In the years soon following the COVID-19 pandemic, the Neshaminy Mall has seen an increased vacancy rate and a decrease in foot traffic. Stores such as Foot Locker and Modell's Sporting Goods have closed, as well as dining options including Chick-fil-A and Charleys Philly Steaks. However, the Neshaminy Carnival remains a popular event until it was announced that it will not return for 2024.

By 2024, more than half the stores in the Neshaminy Mall were vacant, with over 40 stores remaining. In February 2024, the Neshaminy Mall was put up for sale. In June 2024, it was announced that Paramount Realty Group will purchase the Neshaminy Mall. On July 15, 2024, Paramount Realty Group and Edgewood Properties closed on the purchase of the mall for $27.5 million.

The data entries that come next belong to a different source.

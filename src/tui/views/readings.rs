//! The Readings view: enter a viscometer set (speed and dial per row, temperature, notes)
//! with fields checked as they are typed.
//!
//! The form owns its keys: once in it (Enter, Down or a digit), every printable key types
//! into the field that has the focus, so no letter can save a set or switch a model by
//! accident. Saving is deliberate: Ctrl-S anywhere in the form, or Enter on the "Save set"
//! line. Esc puts the field back and leaves the form, where Tab goes to the next view.

use super::readings_draw;
use super::readings_form::{CheckedSet, Focus, Form};
use super::{Draft, Effect, View, ViewId};
use crate::instrument::Geometry;
use crate::journal::Payload;
use crate::rheology::ModelKind;
use crate::text::sanitize;
use crate::tui::ctx::Ctx;
use crate::tui::keymap::{Action, Binding, Key, Scope, b, h};
use crate::tui::strings::readings as s;
use crate::tui::strings::{caution, keys, views as names};
use crate::tui::widgets::editing::{self, EditStep, Leave};
use ratatui::Frame;
use ratatui::layout::Rect;

/// This view's id.
pub const ID: ViewId = ViewId("readings");

/// The Readings view's own keys: outside the form, the ways in; inside it, only Ctrl keys
/// (every printable key types).
const KEYS: &[Binding] = &[
    b(
        Scope::View,
        &[Key::Enter, Key::Down],
        Action::Activate,
        keys::EDIT_FIELD,
    ),
    h(Scope::View, &[Key::Digit], Action::Type('0'), keys::TYPE_VALUE),
    b(Scope::ViewTyping, &[Key::Ctrl('s')], Action::Save, keys::SAVE_SET),
    h(Scope::ViewTyping, &[Key::Ctrl('n')], Action::AddRow, keys::ADD_ROW),
    h(Scope::ViewTyping, &[Key::Ctrl('d')], Action::RemoveRow, keys::REMOVE_ROW),
    h(
        Scope::ViewTyping,
        &[Key::CtrlLeft],
        Action::ToSpeedColumn,
        keys::TO_SPEED,
    ),
    h(
        Scope::ViewTyping,
        &[Key::CtrlRight],
        Action::ToDialColumn,
        keys::TO_DIAL,
    ),
];

/// Fewest readings for the simplest model (Newtonian, one parameter) to be compared by
/// AICc, which needs readings − parameters − 1 > 0 (Hurvich & Tsai 1989, from memory).
fn fewest_readings() -> usize {
    ModelKind::Newtonian.param_count() + 2
}

pub struct ReadingsView {
    form: Form,
    /// In the form: the focused field takes every printable key.
    editing: bool,
    /// A short set was refused once; the next Ctrl-S saves it anyway.
    confirm_few: bool,
    /// Dials are typed and a viscometer change was asked for once (this way); the next
    /// press the same way switches.
    confirm_switch: Option<isize>,
}

fn geometry(ctx: &Ctx, index: usize) -> Option<&Geometry> {
    ctx.site.viscometers.get(index).map(|v| &v.geometry)
}

impl ReadingsView {
    pub fn new(ctx: &Ctx) -> ReadingsView {
        ReadingsView {
            form: Form::new(0, geometry(ctx, 0)),
            editing: false,
            confirm_few: false,
            confirm_switch: None,
        }
    }

    /// Test and bench access to the form.
    pub fn form(&self) -> &Form {
        &self.form
    }

    /// Go into the form at its focus; the field's text is taken for replacing.
    fn enter(&mut self) {
        self.editing = true;
        self.arrive();
    }

    /// The focus has just moved to a new stop: start editing it, text selected.
    fn arrive(&mut self) {
        if let Some(field) = self.form.field_mut(self.form.focus) {
            field.begin_edit();
            self.form.replace_next = !field.is_empty();
        } else {
            self.form.replace_next = false;
        }
    }

    /// Left / Right on the viscometer line. With dials typed, the first press asks and a
    /// second press the same way switches (dials and speeds kept as typed).
    fn cycle_viscometer(&mut self, ctx: &Ctx, step: isize) -> Vec<Effect> {
        let n = ctx.site.viscometers.len();
        if n < 2 {
            return vec![Effect::Status(s::ONLY_VISCOMETER.to_string())];
        }
        let old = self.form.viscometer;
        let new = (old as isize + step).rem_euclid(n as isize) as usize;
        let id = |i: usize| ctx.site.viscometers.get(i).map_or("", |v| v.id.as_str());
        let dials = self.form.dials_typed();
        if dials > 0 && self.confirm_switch != Some(step) {
            self.confirm_switch = Some(step);
            let text = format!(
                "{dials} {} {}. {} {} {}",
                s::DIALS_TYPED_ON,
                sanitize(id(old), false),
                s::PRESS_AGAIN_TO_SWITCH,
                sanitize(id(new), false),
                s::KEEPING_DIALS
            );
            return vec![Effect::Status(text)];
        }
        self.confirm_switch = None;
        let speeds_changed = self
            .form
            .set_viscometer(new, geometry(ctx, old), geometry(ctx, new));
        let speeds = if speeds_changed {
            s::SPEEDS_SET
        } else {
            s::SPEEDS_KEPT
        };
        let text = format!(
            "{} {} ({} {}): {dials} {}; {speeds}.",
            s::SWITCHED,
            sanitize(id(new), false),
            s::WAS,
            sanitize(id(old), false),
            s::DIALS_KEPT
        );
        vec![Effect::Status(text)]
    }

    /// A key while in the form.
    fn handle_editing(&mut self, action: Action, ctx: &Ctx) -> Vec<Effect> {
        match action {
            Action::Save => return self.save(ctx),
            Action::AddRow => return self.row_change(Form::add_row),
            Action::RemoveRow => return self.row_change(Form::remove_row),
            Action::ToSpeedColumn | Action::ToDialColumn => {
                self.form.go_to_column(action == Action::ToSpeedColumn);
                self.arrive();
                return self.moved();
            }
            _ => {}
        }
        match self.form.focus {
            Focus::Viscometer => self.on_viscometer(action, ctx),
            Focus::Save => self.on_save_line(action, ctx),
            _ => self.on_field(action),
        }
    }

    fn on_viscometer(&mut self, action: Action, ctx: &Ctx) -> Vec<Effect> {
        match action {
            Action::Left => self.cycle_viscometer(ctx, -1),
            Action::Right => self.cycle_viscometer(ctx, 1),
            Action::Cancel => self.park(),
            Action::Accept | Action::AcceptNext | Action::AcceptDown => self.leave(Leave::Down),
            Action::Type(_) => vec![Effect::Status(s::ON_VISCOMETER.to_string())],
            _ => Vec::new(),
        }
    }

    fn on_save_line(&mut self, action: Action, ctx: &Ctx) -> Vec<Effect> {
        match action {
            Action::Accept => self.save(ctx),
            Action::Cancel => self.park(),
            Action::AcceptPrev | Action::AcceptUp => self.leave(Leave::Up),
            Action::Type(_) => vec![Effect::Status(s::ON_SAVE_LINE.to_string())],
            _ => Vec::new(),
        }
    }

    fn on_field(&mut self, action: Action) -> Vec<Effect> {
        let focus = self.form.focus;
        let replace = std::mem::take(&mut self.form.replace_next);
        let Some(field) = self.form.field_mut(focus) else {
            return Vec::new();
        };
        if let (Action::Type(c), true) = (action, replace) {
            editing::start_with(field, c);
            return Vec::new();
        }
        match editing::apply(field, action) {
            EditStep::Typing => Vec::new(),
            EditStep::Cancelled => self.park(),
            EditStep::Accepted(leave) => self.leave(leave),
        }
    }

    /// Leave the form: the field being typed goes back as it was.
    fn park(&mut self) -> Vec<Effect> {
        self.editing = false;
        self.form.replace_next = false;
        vec![Effect::Status(s::LEFT_FORM.to_string())]
    }

    fn leave(&mut self, leave: Leave) -> Vec<Effect> {
        match leave {
            Leave::Below | Leave::Down => self.form.down(),
            Leave::Up => self.form.up(),
            Leave::Next => self.form.next(),
            Leave::Prev => self.form.prev(),
        }
        self.arrive();
        Vec::new()
    }

    fn moved(&self) -> Vec<Effect> {
        vec![Effect::Status(format!(
            "{} {}.",
            s::MOVED_TO,
            self.form.focus.describe()
        ))]
    }

    fn row_change(&mut self, change: fn(&mut Form) -> Result<(), &'static str>) -> Vec<Effect> {
        let result = change(&mut self.form);
        self.arrive();
        match result {
            Ok(()) => self.moved(),
            Err(msg) => vec![Effect::Status(msg.to_string())],
        }
    }

    fn handle_top(&mut self, action: Action) -> Vec<Effect> {
        match action {
            Action::Activate => {
                self.enter();
                self.moved()
            }
            Action::Type(c) => {
                self.enter();
                self.on_field(Action::Type(c))
            }
            _ => Vec::new(),
        }
    }

    fn save(&mut self, ctx: &Ctx) -> Vec<Effect> {
        let Some(product) = ctx.picks.product.clone() else {
            return vec![Effect::Status(s::NEED_PRODUCT.to_string())];
        };
        let Some(visc) = ctx.site.viscometers.get(self.form.viscometer) else {
            return vec![Effect::Status(s::NEED_VISCOMETER.to_string())];
        };
        let checked = match self.form.check() {
            Ok(c) => c,
            Err(refusal) => {
                self.form.focus = refusal.focus;
                self.editing = true;
                self.arrive();
                let text = format!(
                    "{} — {} {}.",
                    refusal.message,
                    s::REFUSED_AT,
                    refusal.focus.describe()
                );
                return vec![Effect::Status(text)];
            }
        };
        let few = checked.rows.len() < fewest_readings();
        if few && !std::mem::replace(&mut self.confirm_few, true) {
            let text = format!(
                "{} {} ({}). {}",
                checked.rows.len(),
                s::FEW_READINGS,
                fewest_readings(),
                s::CONFIRM_FEW
            );
            return vec![Effect::Status(text)];
        }
        self.confirm_few = false;
        let drafts = drafts(&checked, &visc.id, &product, ctx.picks.equipment.clone());
        self.form.reset(Some(&visc.geometry));
        self.editing = false;
        let mut effects: Vec<Effect> = drafts.into_iter().map(Effect::Journal).collect();
        effects.push(Effect::Status(s::SAVED.to_string()));
        effects
    }
}

/// The set record, then the notes typed with it as a note record on the same equipment.
/// The flow curve is fitted once, when the journal's numbered record is applied to the
/// session state; the app then journals it as a result linked to the set.
fn drafts(
    checked: &CheckedSet,
    viscometer: &str,
    product: &str,
    equipment: Option<String>,
) -> Vec<Draft> {
    let set = Payload::ViscometerSet {
        viscometer: viscometer.to_string(),
        product: product.to_string(),
        temperature_raw: checked.temperature.as_ref().map(|t| t.0.clone()),
        temperature_k: checked.temperature.as_ref().map(|t| t.1),
        rows: checked.rows.clone(),
    };
    let mut out = vec![Draft::new(set, equipment.clone())];
    if let Some(text) = &checked.notes {
        out.push(Draft::new(
            Payload::Note {
                text: sanitize(text, false),
            },
            equipment,
        ));
    }
    out
}

impl View for ReadingsView {
    view_identity!(ID, names::READINGS, caution::READINGS, KEYS);


    fn handle(&mut self, action: Action, ctx: &Ctx) -> Vec<Effect> {
        if self.editing {
            if action != Action::Save {
                self.confirm_few = false;
            }
            if !matches!(action, Action::Left | Action::Right) {
                self.confirm_switch = None;
            }
            return self.handle_editing(action, ctx);
        }
        self.handle_top(action)
    }

    fn render(&self, frame: &mut Frame, area: Rect, ctx: &Ctx) {
        let block = ctx.theme.panel(s::TITLE);
        let inner = block.inner(area);
        frame.render_widget(block, area);
        readings_draw::draw(frame, inner, &self.form, self.editing, ctx);
    }

    fn editing(&self) -> bool {
        self.editing
    }

    fn unsaved_input(&self) -> Option<&'static str> {
        self.form.has_input().then_some(s::FORM_NAME)
    }
}
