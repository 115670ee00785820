//! The Journal view: every record of the session as a scrolling list with its local time,
//! its number and whether it is on disk yet. New records scroll into view unless the
//! operator has scrolled up.

use super::{Effect, View, ViewId};
use crate::text::sanitize;
use crate::tui::ctx::Ctx;
use crate::tui::keymap::Action;
use crate::tui::strings::{caution, views as names};
use crate::tui::layout::clip_start;
use crate::tui::session_log::{Entry, EntryStatus};
use crate::tui::strings::journal as s;
use crate::tui::theme::Theme;
use ratatui::Frame;
use ratatui::layout::Rect;
use ratatui::text::{Line, Span};
use ratatui::widgets::Paragraph;

/// This view's id.
pub const ID: ViewId = ViewId("journal");

/// Rows a page key moves (the body is at least this tall at 80×24).
const PAGE: usize = 10;

#[derive(Debug, Default)]
pub struct JournalView {
    /// First entry shown; `None` follows the newest.
    top: Option<usize>,
}

impl JournalView {
    pub fn new(_ctx: &Ctx) -> JournalView {
        JournalView::default()
    }

    fn scroll(&mut self, ctx: &Ctx, by: isize) {
        let len = ctx.session.log.len();
        let from = self.top.unwrap_or(len.saturating_sub(PAGE));
        let to = (from as isize + by).clamp(0, len.saturating_sub(1) as isize) as usize;
        self.top = Some(to);
    }
}

fn status_span(status: &EntryStatus, t: &Theme) -> Span<'static> {
    match status {
        EntryStatus::Saved => Span::styled(format!("{:<8}", s::SAVED), t.ok),
        EntryStatus::Sending => Span::styled(format!("{:<8}", s::SENDING), t.warn),
        EntryStatus::Unsaved => Span::styled(format!("{:<8}", s::UNSAVED), t.error),
        EntryStatus::Refused(_) => Span::styled(format!("{:<8}", s::REFUSED), t.error),
    }
}

fn entry_line(e: &Entry, t: &Theme, style: crate::present::Style) -> Line<'static> {
    let seq = e
        .seq
        .map(|n| format!("#{n}"))
        .unwrap_or_else(|| "#?".to_string());
    let mut spans = vec![
        Span::styled(e.time.format("%H:%M:%S  ").to_string(), t.dim),
        Span::styled(format!("{seq:<5}"), t.dim),
        status_span(&e.status, t),
        Span::raw(style.text(&sanitize(&e.summary, false))),
    ];
    if let EntryStatus::Refused(why) = &e.status {
        spans.push(Span::styled(
            format!("  ({})", sanitize(why, false)),
            t.error,
        ));
    }
    Line::from(spans)
}

impl View for JournalView {
    fn id(&self) -> ViewId {
        ID
    }

    fn title(&self) -> &'static str {
        names::JOURNAL
    }

    fn caution(&self) -> &'static str {
        caution::JOURNAL
    }


    fn handle(&mut self, action: Action, ctx: &Ctx) -> Vec<Effect> {
        match action {
            Action::Up => self.scroll(ctx, -1),
            Action::Down => self.scroll(ctx, 1),
            Action::PageUp => self.scroll(ctx, -(PAGE as isize)),
            Action::PageDown => self.scroll(ctx, PAGE as isize),
            Action::Home => self.top = Some(0),
            Action::End => self.top = None,
            _ => {}
        }
        Vec::new()
    }

    fn render(&self, frame: &mut Frame, area: Rect, ctx: &Ctx) {
        let t = &ctx.theme;
        let room = usize::from(area.width).saturating_sub(s::TITLE.len() + s::FILE.len() + 6);
        let path = clip_start(&sanitize(&ctx.journal_path, false), room, t.marks.cut);
        let title = format!("{}({} {path}) ", s::TITLE, s::FILE);
        let block = t.panel(title);
        let inner = block.inner(area);
        frame.render_widget(block, area);
        let entries = ctx.log.rows(&ctx.session);
        if entries.is_empty() {
            frame.render_widget(Paragraph::new(s::EMPTY).style(t.dim), inner);
            return;
        }
        let height = usize::from(inner.height);
        let newest_first_row = entries.len().saturating_sub(height);
        let top = self
            .top
            .map_or(newest_first_row, |t| t.min(newest_first_row));
        let lines: Vec<Line> = entries
            .iter()
            .skip(top)
            .take(height)
            .map(|e| entry_line(e, t, ctx.style()))
            .collect();
        frame.render_widget(Paragraph::new(lines), inner);
    }
}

On September 13, 2026, tenants at the mall received notices to vacate by October 31. Officials from Bensalem Township confirmed that the mall would close on October 31, and will be demolished in December. Boscov’s, AMC Theaters, Barnes & Noble, and the Uno Pizzeria & Grill outparcel will remain open after the demolition. Although Paramount Properties has not presented any formal redevelopment plans, they are exploring the potential for a mixed-use development that could include housing, retail, and medical facilities.